Le virus du chikungunya est principalement transmis par un moustique du genre Aedes (Aedesaegypti et Aedesalbopictus) [fig. 1]. La femelle moustique s’infecte au cours d’un repas sanguin chez une personne virémique. Le virus se multiplie chez le moustique et va, 5 à 10 jours plus tard, se concentrer dans les glandes salivaires (incubation extrinsèque). Le moustique peut alors transmettre le virus pendant toute sa vie ainsi qu’à sa descendance (transmission transovarienne). Lors du repas sanguin suivant, le moustique va injecter de la salive dans le derme de la personne piquée, et ainsi transmettre le virus.3 La transmission du virus du chikungunya est, par ailleurs, possible de la mère à l’enfant au moment de l’accouchement lorsque la mère est virémique,4 mais il n’y a pas transmission par le lait maternel. Le virus peut aussi être transmis par transfusion de produits sanguins ou après exposition accidentelle au sang.3
Après avoir été inoculé dans le derme ou le sang, le virus du chikungunya commence à se répliquer dans les fibroblastes, les macrophages et les cellules mononucléées sanguines. Malgré une réponse immunitaire innée robuste (interférons de type 1 et autres cytokines pro-inflammatoires), il va disséminer dans l’organisme par voies lymphatique et sanguine pour atteindre d’autres sites de réplication : organes lymphoïdes, peau, muscles, tendons, articulations, cerveau et foie.3 Les signes cliniques, contemporains du pic de la réponse immunitaire innée et de la virémie, apparaissent brutalement 2 à 3 jours après l’entrée du virus dans l’organisme (incubation intrinsèque). L’apparition d’anticorps neutralisants permet le contrôle de la virémie après 5 à 7 jours et confèrent une immunité protectrice durable.3 Des antigènes et de l’ARN du virus du chikungunya peuvent persister dans les articulations et les muscles et être à l’origine de manifestations cliniques chroniques.

Épidémiologie

Le chikungunya a été observé sur les cinq continents, dans les territoires d’implantation des vecteurs, Aedesaegypti (zone intertropicale) et Aedesalbopictus (zones intertropicale et tempérée). Dans un territoire donné, les cas de chikungunya surviennent de façon cyclique au cours d’épidémies touchant 30 à 50 % de la population, suivies de périodes inter-épidémiques de quelques années à quelques décennies sans circulation virale.5 Ce fut le cas à La Réunion en 2005-2006, en Nouvelle-Calédonie en 2011, aux Antilles en 2014, en Guyane en 2014-2015 et en Polynésie française en 2014-2015. Des foyers de cas autochtones de chikungunya ont été décrits dans le sud de la France métropolitaine en 2010, 2014, 2017 et régulièrement en Italie.

Manifestations cliniques

Le chikungunya évolue en trois stades : le stade aigu, le stade post-aigu et le stade chronique.6, 7

Stade aigu : du début des symptômes à J21


Formes typiques

Après une incubation médiane de 3 jours (2 à 10 jours), l’infection par le virus du chikungunya est symptomatique chez 75 à 95 % des personnes. Le début est brutal, avec une fièvre élevée associée à une polyarthralgie intense (tableau 1). La polyarthralgie est bilatérale et symétrique et touche les articulations périphériques : doigts, mains, poignets, pieds et chevilles. Les coudes et les genoux sont fréquemment atteints. Arthrites et ténosynovites sont le plus souvent associées. D’autres signes cliniques sont fréquemment présents : rachialgies, myalgies, céphalées, manifestations dermatologiques (exanthème maculo-papuleux, érythème palmo-plantaire prurigineux, œdèmes des extrémités) et une asthénie intense.
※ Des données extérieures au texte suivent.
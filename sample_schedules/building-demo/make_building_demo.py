"""Write the sample building workbook. DEMO DATA: the building, its panels and loads are invented.

Kestrel Row community centre (an imagined site): a 480Y/277 V main distribution panel feeding a
480 V mechanical panel, a 45 kVA delta-wye transformer to a 208Y/120 V lighting and receptacle
panel (which feeds an upstairs panel), a 25 kVA single-phase transformer to a 120/240 V
kitchen annex panel, and a 30 kVA delta-delta transformer to a 240/120 V high-leg workshop
panel. Run ``python sample_schedules/building-demo/make_building_demo.py`` to
regenerate ``building-demo.xlsx`` beside this script.
"""

from __future__ import annotations

import os
import tempfile
from pathlib import Path

from openpyxl import Workbook
from openpyxl.styles import Font

HERE = Path(__file__).resolve().parent
DEMO = "DEMO DATA - invented for balancer's samples; not a real building."
HEADER = ["Ckt", "Load Description", "Type", "Poles", "Trip (A)", "Load (VA)", "PF"]

# panel name → (system, spaces, rows of Ckt, description, type, poles, trip, VA, PF)
PANELS: dict[str, tuple[str, int, list[list[object]]]] = {
    "MDP": (
        "480Y/277",
        42,
        [
            [1, "Feeder to H1 (mechanical)", "feeder", 3, 100, 0, None],
            [2, "Feeder to T1 45 kVA", "feeder", 3, 70, 0, None],
            [7, "Feeder to T2 25 kVA", "feeder", 2, 60, 0, None],
            [8, "Parking lot lighting", "lighting", 1, 20, 3600, None],
            [14, "Hall lighting", "lighting", 1, 20, 4200, None],
            [10, "Gym lighting", "lighting", 1, 20, 2900, None],
            [11, "Stair lighting", "lighting", 1, 20, 800, None],
            [12, "Exterior signage", "lighting", 1, 20, 1500, None],
            [13, "Rooftop unit RTU-1", "motor", 3, 40, 18000, 0.85],
            [19, "Feeder to T3 30 kVA", "feeder", 3, 45, 0, None],
        ],
    ),
    "H1": (
        "480Y/277",
        30,
        [
            [1, "Air handler AHU-1", "motor", 3, 30, 14000, 0.85],
            [2, "Water heater WH-1", "heating", 2, 30, 9000, None],
            [7, "Exhaust fan EF-1", "motor", 1, 20, 1100, 0.8],
            [8, "Exhaust fan EF-2", "motor", 1, 20, 900, 0.8],
            [9, "Boiler controls", "other", 1, 20, 600, None],
        ],
    ),
    "L1": (
        "208Y/120",
        42,
        [
            [1, "Feeder to L2 (upstairs)", "feeder", 3, 60, 0, None],
            [2, "Reception receptacles", "receptacle", 1, 20, 1440, None],
            [4, "Office receptacles", "receptacle", 1, 20, 1620, None],
            [6, "Meeting room receptacles", "receptacle", 1, 20, 1080, None],
            [7, "Copier", "receptacle", 1, 20, 1500, None],
            [8, "Server closet", "receptacle", 1, 20, 1800, None],
            [9, "Lobby lighting", "lighting", 1, 20, 900, None],
            [10, "Corridor lighting", "lighting", 1, 20, 700, None],
            [11, "Vending machines", "receptacle", 1, 20, 1600, None],
            [12, "Water cooler", "receptacle", 1, 20, 600, None],
            [13, "Hand dryers", "other", 2, 30, 3600, None],
        ],
    ),
    "L2": (
        "208Y/120",
        30,
        [
            [1, "Classroom 201 receptacles", "receptacle", 1, 20, 1260, None],
            [2, "Classroom 202 receptacles", "receptacle", 1, 20, 1440, None],
            [3, "Classroom lighting", "lighting", 1, 20, 1100, None],
            [4, "Craft room kiln", "other", 2, 30, 4800, None],
            [5, "Library receptacles", "receptacle", 1, 20, 900, None],
            [8, "Corridor lighting", "lighting", 1, 20, 650, None],
        ],
    ),
    # 240/120 V high-leg delta: B is the high leg, so 1-pole loads sit on A or C only
    "W1": (
        "240/120",
        30,
        [
            [1, "Air compressor", "motor", 3, 30, 7500, 0.85],
            [2, "Workbench receptacles", "receptacle", 1, 20, 1440, None],
            [6, "Tool room receptacles", "receptacle", 1, 20, 1080, None],
            [7, "Welding receptacle (240 V)", "other", 2, 50, 9600, None],
            [8, "Shop lighting", "lighting", 1, 20, 1200, None],
            [11, "Bench grinder", "motor", 1, 20, 1200, 0.8],
            [12, "Overhead door opener", "motor", 1, 20, 600, 0.8],
            [14, "Battery chargers (240 V)", "other", 2, 20, 2000, None],
        ],
    ),
    "K1": (
        "120/240",
        24,
        [
            [1, "Range", "cooking", 2, 50, 8000, None],
            [2, "Dishwasher", "kitchen", 1, 20, 1500, None],
            [4, "Refrigerator", "kitchen", 1, 20, 800, None],
            [5, "Counter receptacles", "receptacle", 1, 20, 1800, None],
            [6, "Microwave", "kitchen", 1, 20, 1500, None],
            [7, "Kitchen lighting", "lighting", 1, 15, 400, None],
        ],
    ),
}

# Each panel's title block (invented): location, fed from, feeder, mounting, enclosure, SCCR,
# neutral bus, ground bus. "Fed from" names the source without its circuit number, which the
# Building sheet gives (and a revised building may change).
TITLE_BLOCKS: dict[str, tuple[str, str, str, str, str, str, str, str]] = {
    "MDP": (
        "Main electrical room 101",
        "Utility transformer, pad-mounted",
        "4 sets 4 #500 kcmil Cu + #3/0 AWG Cu ground, 4 in PVC",
        "surface",
        "NEMA 1",
        "65 kA",
        "100 %",
        "yes",
    ),
    "H1": (
        "Mechanical room 104",
        "MDP",
        "4 #3 AWG Cu + #8 AWG Cu ground, 1-1/4 in EMT",
        "surface",
        "NEMA 1",
        "35 kA",
        "100 %",
        "yes",
    ),
    "L1": (
        "Main electrical room 101",
        "MDP through transformer T1, 45 kVA",
        "4 #1/0 AWG Cu + #6 AWG Cu ground, 2 in EMT",
        "surface",
        "NEMA 1",
        "10 kA",
        "200 %",
        "yes",
    ),
    "L2": (
        "Upstairs corridor, closet 204",
        "L1",
        "4 #4 AWG Cu + #10 AWG Cu ground, 1-1/4 in EMT",
        "flush",
        "NEMA 1",
        "10 kA",
        "100 %",
        "yes",
    ),
    "K1": (
        "Kitchen annex, back wall",
        "MDP through transformer T2, 25 kVA",
        "3 #2 AWG Cu + #8 AWG Cu ground, 1-1/4 in EMT",
        "flush",
        "NEMA 1",
        "10 kA",
        "100 %",
        "yes",
    ),
    "W1": (
        "Workshop, east wall",
        "MDP through transformer T3, 30 kVA delta-delta",
        "4 #3 AWG Cu + #8 AWG Cu ground, 1-1/4 in EMT",
        "surface",
        "NEMA 12",
        "10 kA",
        "100 %",
        "yes",
    ),
}
# bus rating (A) of each panel, and the service panel's main breaker (invented)
BUS_A = {"MDP": 400, "H1": 100, "L1": 225, "L2": 100, "K1": 125, "W1": 125}
MAIN_A = {"MDP": 400}
PROJECT = ("Kestrel Row community centre electrical survey (demo)", "2026-11-30", "1")

# panel, schedule sheet, fed from, feeder circuit, transformer, kVA, connection
INDEX = [
    ["MDP", "MDP", None, None, None, None, None],
    ["H1", "H1", "MDP", 1, None, None, None],
    ["L1", "L1", "MDP", 2, "T1", 45, "delta-wye"],
    ["L2", "L2", "L1", 1, None, None, None],
    ["K1", "K1", "MDP", 7, "T2", 25, "single-phase"],
    ["W1", "W1", "MDP", 19, "T3", 30, "delta-delta"],
]


def build_workbook() -> Workbook:
    book = Workbook()
    index = book.active
    index.title = "Building"
    index.append(["Kestrel Row community centre"])
    index.append([DEMO])
    index.append(
        ["Panel", "Schedule", "Fed from", "Feeder circuit", "Transformer", "kVA", "Connection"]
    )
    for cell in index[3]:
        cell.font = Font(bold=True)
    for row in INDEX:
        index.append(row)
    for name, (system, spaces, rows) in PANELS.items():
        sheet = book.create_sheet(name)
        sheet.append(["Panel", name])
        sheet.append(["System", system])
        sheet.append(["Spaces", spaces])
        sheet.append(["Bus", BUS_A[name]])
        if name in MAIN_A:
            sheet.append(["Main", MAIN_A[name]])
        labels = ("Location", "Fed from", "Feeder", "Mounting", "Enclosure", "SCCR", "Neutral bus")
        for label, value in zip((*labels, "Ground bus"), TITLE_BLOCKS[name], strict=True):
            sheet.append([label, value])
        for label, value in zip(("Project", "Date", "Revision"), PROJECT, strict=True):
            sheet.append([label, value])
        sheet.append([DEMO])
        sheet.append(HEADER)
        for cell in sheet[sheet.max_row]:
            cell.font = Font(bold=True)
        for row in rows:
            sheet.append(row)
    return book


def main() -> None:
    target = HERE / "building-demo.xlsx"
    handle, temp = tempfile.mkstemp(dir=HERE, suffix=".xlsx")
    os.close(handle)
    try:
        build_workbook().save(temp)
        os.replace(temp, target)
    finally:
        if os.path.exists(temp):
            os.unlink(temp)
    print(f"wrote {target} (demo data)")


if __name__ == "__main__":
    main()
Les signes généraux durent en général moins d’une semaine alors que les signes musculo-squelettiques s’amendent lentement en 2 à 3 semaines. La persistance de ces symptômes au-delà de la troisième semaine définit l’évolution vers le stade post-aigu.

Formes atypiques

Des formes atypiques (tableau 1) sont observées dans moins de 1 % des cas, le plus souvent chez des personnes souffrant de pathologies chroniques ou aux âges extrêmes de la vie.6 Il s’agit le plus souvent de la décompensation de pathologies préexistantes ou des complications générales (déshydratation, accident thromboembolique, perte d’autonomie).
D’autres manifestations ont été décrites : formes hyperalgiques, manifestations digestives, neurologiques (syndrome de Guillain-Barré, méningo-encéphalite, névrite optique), dermatologiques (ulcérations cutanées ou muqueuses, dermatose bulleuse, hyperpigmentation, conjonctivite non purulente), cardiovasculaire (hypotension, dysautonomie, myocardite), rhabdomyolyse, hépatite fulminante, insuffisance rénale aiguë, sepsis. La forme néonatale fait suite à une transmission de la mère à l’enfant pendant l’accouchement ou à une transmission vectorielle pendant les premiers jours de vie ;4 elle associe fièvre, difficultés à téter, douleur, thrombopénie, lymphopénie et cytolyse hépatique modérée. Des formes graves avec atteinte multiviscérale s’observent dans la moitié des cas.

Formes graves

Il s’agit de formes atypiques, avec le dysfonctionnement d’au moins un organe ou un système menaçant le pronostic vital.7 Le taux de létalité du chikungunya est comparable à celui de la grippe saisonnière (≈ 0,01-0,1 %). Le risque de décès concerne principalement les nouveau-nés, les immunodéprimés et les personnes âgées.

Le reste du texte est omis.